代用梯度设计 (Surrogate Gradients Design) - 专知论文

会员服务 ·

0

Extensibility · 可约的 · Networking · 网格搜索 · 神经形态计算 ·

2022 年 2 月 1 日

Surrogate Gradients Design

翻译：代用梯度设计

Luca Herranz-Celotti,Jean Rouat

Surrogate gradient (SG) training provides the possibility to quickly transfer all the gains made in deep learning to neuromorphic computing and neuromorphic processors, with the consequent reduction in energy consumption. Evidence supports that training can be robust to the choice of SG shape, after an extensive search of hyper-parameters. However, random or grid search of hyper-parameters becomes exponentially unfeasible as we consider more hyper-parameters. Moreover, every point in the search can itself be highly time and energy consuming for large networks and large datasets. In this article we show how complex tasks and networks are more sensitive to SG choice. Secondly, we show how low dampening, high sharpness and low tail fatness are preferred.

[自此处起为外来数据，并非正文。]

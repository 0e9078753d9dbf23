"""The exploration stage: fronts against a brute-force grid, reproducibility, resume after
kill -9 during the exploration, a fixed hypervolume reference shared by materials.

The brute-force grid is the reference method (common practice, no source): every design of
a regular grid solved by the public forward model (``chiropt.response.evaluate``, all
grid wavelengths in one call), the feasible non-dominated set of all of them.
"""

from __future__ import annotations

import json
import signal
import textwrap
import time
from dataclasses import replace
from pathlib import Path

import numpy as onp
import pytest

from chiropt.design import design_from_dict
from chiropt.errors import InputError
from chiropt.goals import load_goal
from chiropt.response import evaluate
from chiropt.run import run_goal, run_goal_file, write_report
from chiropt.search.pareto import hypervolume, non_dominated
from chiropt.store import EvaluationStore

from test_processes import _count, _start, _wait_for, linux

GOAL = """\
name: small
design:
  lattice: {kind: square, period_nm: 420}
  particles:
    - {shape: sphere, radius_nm: 80, material: Si}
  substrate: {material: SiO2}
  illumination: {wavelength_nm: 700}
  region: {kind: plane, height_nm: 10}
  model: {lmax: 1}
variables:
  particles[0].radius_nm: {min: 50, max: 110}
  lattice.period_nm: {min: 300, max: 500}
  illumination.wavelength_nm: {min: 620, max: 780}
objectives:
  - {maximize: g, at_nm: 700}
  - {maximize: docp, at_nm: 700}
constraints:
  - {metric: u, min: 0.3, at_nm: 700}
  - {fabrication: min_gap_nm, value: 40}
search:
  starts: 1
  max_evals_per_start: 25
  front: {points: 5, reference: {g: 0.5, docp: 0.5}}
  explore: {samples: 64, wavelength_points: 17, batch: 8}
seed: 2
"""
REF = [0.5, 0.5]
SENSES = ("max", "max")


def _write(folder: Path, text: str = GOAL, name: str = "small.yaml") -> Path:
    p = folder / name
    p.write_text(textwrap.dedent(text))
    return p


def _rows(run_dir: Path) -> dict:
    store = EvaluationStore(run_dir / "evaluations.sqlite")
    rows = {(r.stage, r.start, r.seq): (r.x.tolist(), r.evaluation.status,
                                        json.dumps(dict(r.evaluation.metrics), sort_keys=True))
            for r in store.records()}
    return {"evaluations": rows, "scans": store.scans()}


def _grid_front(radii, periods, wavelengths) -> onp.ndarray:
    """Feasible non-dominated (g, DOCP) of a brute-force grid (the goal's constraints:
    u >= 0.3, gap period - 2 r >= 40 nm for spheres of a square lattice)."""
    F = []
    for r in radii:
        for p in periods:
            if p - 2 * r < 40.0:
                continue
            design = design_from_dict({
                "lattice": {"kind": "square", "period_nm": float(p)},
                "particles": [{"shape": "sphere", "radius_nm": float(r), "material": "Si"}],
                "substrate": {"material": "SiO2"},
                "illumination": {"wavelength_nm": [float(w) for w in wavelengths]},
                "region": {"kind": "plane", "height_nm": 10}, "model": {"lmax": 1}})
            m = evaluate(design).metrics
            g = onp.asarray(m["g"], float)
            docp = 0.5 * (onp.asarray(m["docp"]["+1"]) + onp.asarray(m["docp"]["-1"]))
            u = onp.asarray(m["u"], float)
            ok = (u >= 0.3) & onp.isfinite(g) & onp.isfinite(docp)
            F += [[a, b] for a, b in zip(g[ok], docp[ok], strict=True)]
    F = onp.asarray(F, float)
    return F[non_dominated(F, SENSES)]


def _store_front(run_dir: Path) -> onp.ndarray:
    recs = EvaluationStore(run_dir / "evaluations.sqlite").records()
    F = onp.asarray([r.evaluation.metrics["objectives"] for r in recs
                     if r.evaluation.status == "ok" and "objectives" in r.evaluation.metrics
                     and all(v <= 1e-6 for v in r.evaluation.metrics["constraints"])], float)
    return F[non_dominated(F, SENSES)]


@pytest.fixture(scope="module")
def small_run(tmp_path_factory):
    tmp = tmp_path_factory.mktemp("explore")
    (goal,) = load_goal(_write(tmp))
    return goal, run_goal(goal, out=tmp / "runs", workers=0, progress=False)


def test_front_reaches_the_brute_force_grid(small_run):
    goal, s = small_run
    assert s.status == "complete"
    grid = _grid_front(onp.linspace(50, 110, 13), onp.linspace(300, 500, 11),
                       onp.linspace(620, 780, 17))
    hv_grid = hypervolume(grid, SENSES, REF)
    assert hv_grid > 0
    assert s.reference == REF
    assert s.hypervolume >= 0.98 * hv_grid, (s.hypervolume, hv_grid)
    front = s.front_objectives
    for k in range(2):
        assert front[:, k].max() >= grid[:, k].max() - 0.02, (k, front[:, k].max(),
                                                              grid[:, k].max())


def test_front_holds_every_stored_feasible_evaluation(small_run):
    # the report's front is the non-dominated set of all stored feasible evaluations,
    # explored ones included: nothing stored lies beyond it
    _, s = small_run
    stored = _store_front(s.run_dir)
    assert hypervolume(stored, SENSES, REF) == pytest.approx(s.hypervolume, rel=1e-12)
    assert s.coverage["explored_beyond"] == 0
    summary = json.loads((s.run_dir / "summary.json").read_text())
    assert summary["coverage"]["explored_beyond"] == 0
    assert summary["reference"] == {"g@design-wavelength": 0.5, "docp@design-wavelength": 0.5}
    # the exploration stored its kept points as evaluations at their own wavelengths
    recs = EvaluationStore(s.run_dir / "evaluations.sqlite").records("explore")
    assert recs and len({r.start for r in recs}) == 64
    assert len({r.x[2] for r in recs}) > 1


def test_same_seed_same_store(tmp_path):
    text = GOAL.replace("samples: 64", "samples: 12").replace("max_evals_per_start: 25",
                                                             "max_evals_per_start: 4")
    (goal,) = load_goal(_write(tmp_path, text))
    one = run_goal(goal, out=tmp_path / "one", workers=0, progress=False)
    two = run_goal(goal, out=tmp_path / "two", workers=2, progress=False)
    assert one.status == two.status == "complete"
    assert _rows(one.run_dir) == _rows(two.run_dir)
    (other,) = load_goal(_write(tmp_path, text.replace("seed: 2", "seed: 3")))
    three = run_goal(other, out=tmp_path / "three", workers=0, progress=False)
    assert _rows(three.run_dir)["scans"] != _rows(one.run_dir)["scans"]  # the seed matters


def test_hypervolume_ignores_unrelated_evaluations(small_run, tmp_path):
    # a fixed reference: a dominated extra evaluation leaves the hypervolume unchanged
    # (with the run's worst value as reference it would move it)
    goal, s = small_run
    import shutil

    run_dir = tmp_path / "copy"
    shutil.copytree(s.run_dir, run_dir)
    store = EvaluationStore(run_dir / "evaluations.sqlite")
    rec = store.records("explore")[0]
    ev = rec.evaluation
    worse = dict(ev.metrics, objectives=[0.01, -0.9], constraints=[-1.0, -1.0])
    store.put("extra", 0, 0, rec.x + 1.0, replace(ev, metrics=worse))
    again = write_report(run_dir, goal, store=store)
    assert again.n_evaluations == s.n_evaluations + 1
    assert again.hypervolume == s.hypervolume


def test_materials_share_the_reference_point(tmp_path):
    text = GOAL.replace("seed: 2\n", "seed: 2\nmaterials: [Si, TiO2]\n").replace(
        "  front: {points: 5, reference: {g: 0.5, docp: 0.5}}\n", "  front: {points: 3}\n"
    ).replace("samples: 64", "samples: 8").replace("max_evals_per_start: 25",
                                                  "max_evals_per_start: 3")
    summaries = run_goal_file(_write(tmp_path, text), out=tmp_path / "runs", workers=0,
                              progress=False)
    assert [s.status for s in summaries] == ["complete", "complete"]
    # the default: the incident plane wave's g = 1 and no circular polarization, DOCP = 0
    # (docs/theory.md §12: a plane wave has g = 1)
    assert summaries[0].reference == summaries[1].reference == [1.0, 0.0]
    compare = json.loads((tmp_path / "runs" / "small-compare.json").read_text())
    assert list(compare["reference"].values()) == [1.0, 0.0]
    for s in summaries:
        assert s.hypervolume > 0
        assert compare["runs"][s.goal.run_name]["hypervolume"] == s.hypervolume
        assert hypervolume(_store_front(s.run_dir), SENSES, [1.0, 0.0]) == pytest.approx(
            s.hypervolume, rel=1e-12)


def test_explore_settings_are_validated(tmp_path):
    for bad, key in (("samples: -1", "search.explore.samples"),
                     ("samples: 8, keep: 0", "search.explore.keep"),
                     ("samples: 8, share: 2", "search.explore.share"),
                     ("samples: 8, tolerance: 0.5", "search.explore.tolerance"),
                     ("samples: 8, colour: 3", "search.explore")):
        text = GOAL.replace("samples: 64, wavelength_points: 17, batch: 8", bad)
        with pytest.raises(InputError) as exc:
            load_goal(_write(tmp_path, text))
        assert exc.value.key.startswith(key), (bad, exc.value.key)
    text = GOAL.replace("reference: {g: 0.5, docp: 0.5}", "reference: {g: 0.5}")
    with pytest.raises(InputError) as exc:
        load_goal(_write(tmp_path, text))
    assert exc.value.key == "search.front.reference"


def test_the_scan_tolerance_loosens_the_screen_only(tmp_path):
    """The scan's own accuracy target (search.explore.tolerance) changes the screened values
    by about that much and no more, and the stored evaluations keep the model's tolerance.
    Reference: the same scan at the model's tolerance 1e-8 (common practice, no source)."""
    from chiropt.goals import GoalProblem
    from chiropt.goals.scan import scan_wavelengths

    (goal,) = load_goal(_write(tmp_path))
    assert goal.search.explore.tolerance == 1e-5     # the documented default
    problem = GoalProblem(goal)
    x = (problem.lower + problem.upper) / 2
    grid = onp.linspace(620.0, 780.0, 9)
    exact = scan_wavelengths(problem, x, grid, 2)
    loose = scan_wavelengths(problem, x, grid, 2, 1e-3)
    tight = scan_wavelengths(problem, x, grid, 2, 1e-12)   # never tighter than the model
    assert exact["ok"].all() and loose["ok"].all()
    onp.testing.assert_array_equal(tight["F"], exact["F"])
    change = onp.max(onp.abs(loose["F"] - exact["F"]) / onp.maximum(onp.abs(exact["F"]), 1e-3))
    assert 0 < change < 1e-2, change
    assert problem.eval_design.tolerance == 1e-8


@linux
def test_kill_during_exploration_then_resume_gives_the_same_front(small_run, tmp_path):
    goal, reference = small_run
    goal_file = _write(tmp_path)
    out = tmp_path / "runs"
    db = out / "small-Si" / "evaluations.sqlite"
    proc = _start(goal_file, out, "--workers", "1")
    _wait_for(lambda: _count(db, "scans") >= 2, proc=proc)
    proc.send_signal(signal.SIGKILL)
    proc.wait()
    time.sleep(0.5)  # the worker dies with its parent
    killed = _count(db, "scans")
    assert 2 <= killed < 64  # caught during the exploration
    s = run_goal(goal, out=out, workers=0, progress=False)
    assert s.status == "complete"
    assert _rows(s.run_dir) == _rows(reference.run_dir)
    assert onp.array_equal(s.front_objectives, reference.front_objectives)


def test_a_new_reference_point_resumes_the_same_store(small_run, tmp_path):
    # the reference decides no evaluation: the same run folder replays with another one,
    # evaluates nothing new, and reports the hypervolume at the new point
    import shutil

    goal, s = small_run
    shutil.copytree(s.run_dir, tmp_path / "runs" / s.run_dir.name)
    (other,) = load_goal(_write(tmp_path, GOAL.replace("reference: {g: 0.5, docp: 0.5}",
                                                       "reference: {g: 1.0, docp: 0.8}")))
    again = run_goal(other, out=tmp_path / "runs", workers=0, progress=False)
    assert again.status == "complete" and again.n_evaluations == s.n_evaluations
    assert again.reference == [1.0, 0.8]
    assert again.hypervolume == pytest.approx(
        hypervolume(_store_front(s.run_dir), SENSES, [1.0, 0.8]), rel=1e-12)
    assert again.hypervolume < s.hypervolume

Thirdly, we observe that Glorot Uniform initialization is generally preferred by most SG choices, with variability in the results. We finally provide a theoretical solution to reduce the need of extensive gridsearch, to find SG shape and initializations that result in improved accuracy.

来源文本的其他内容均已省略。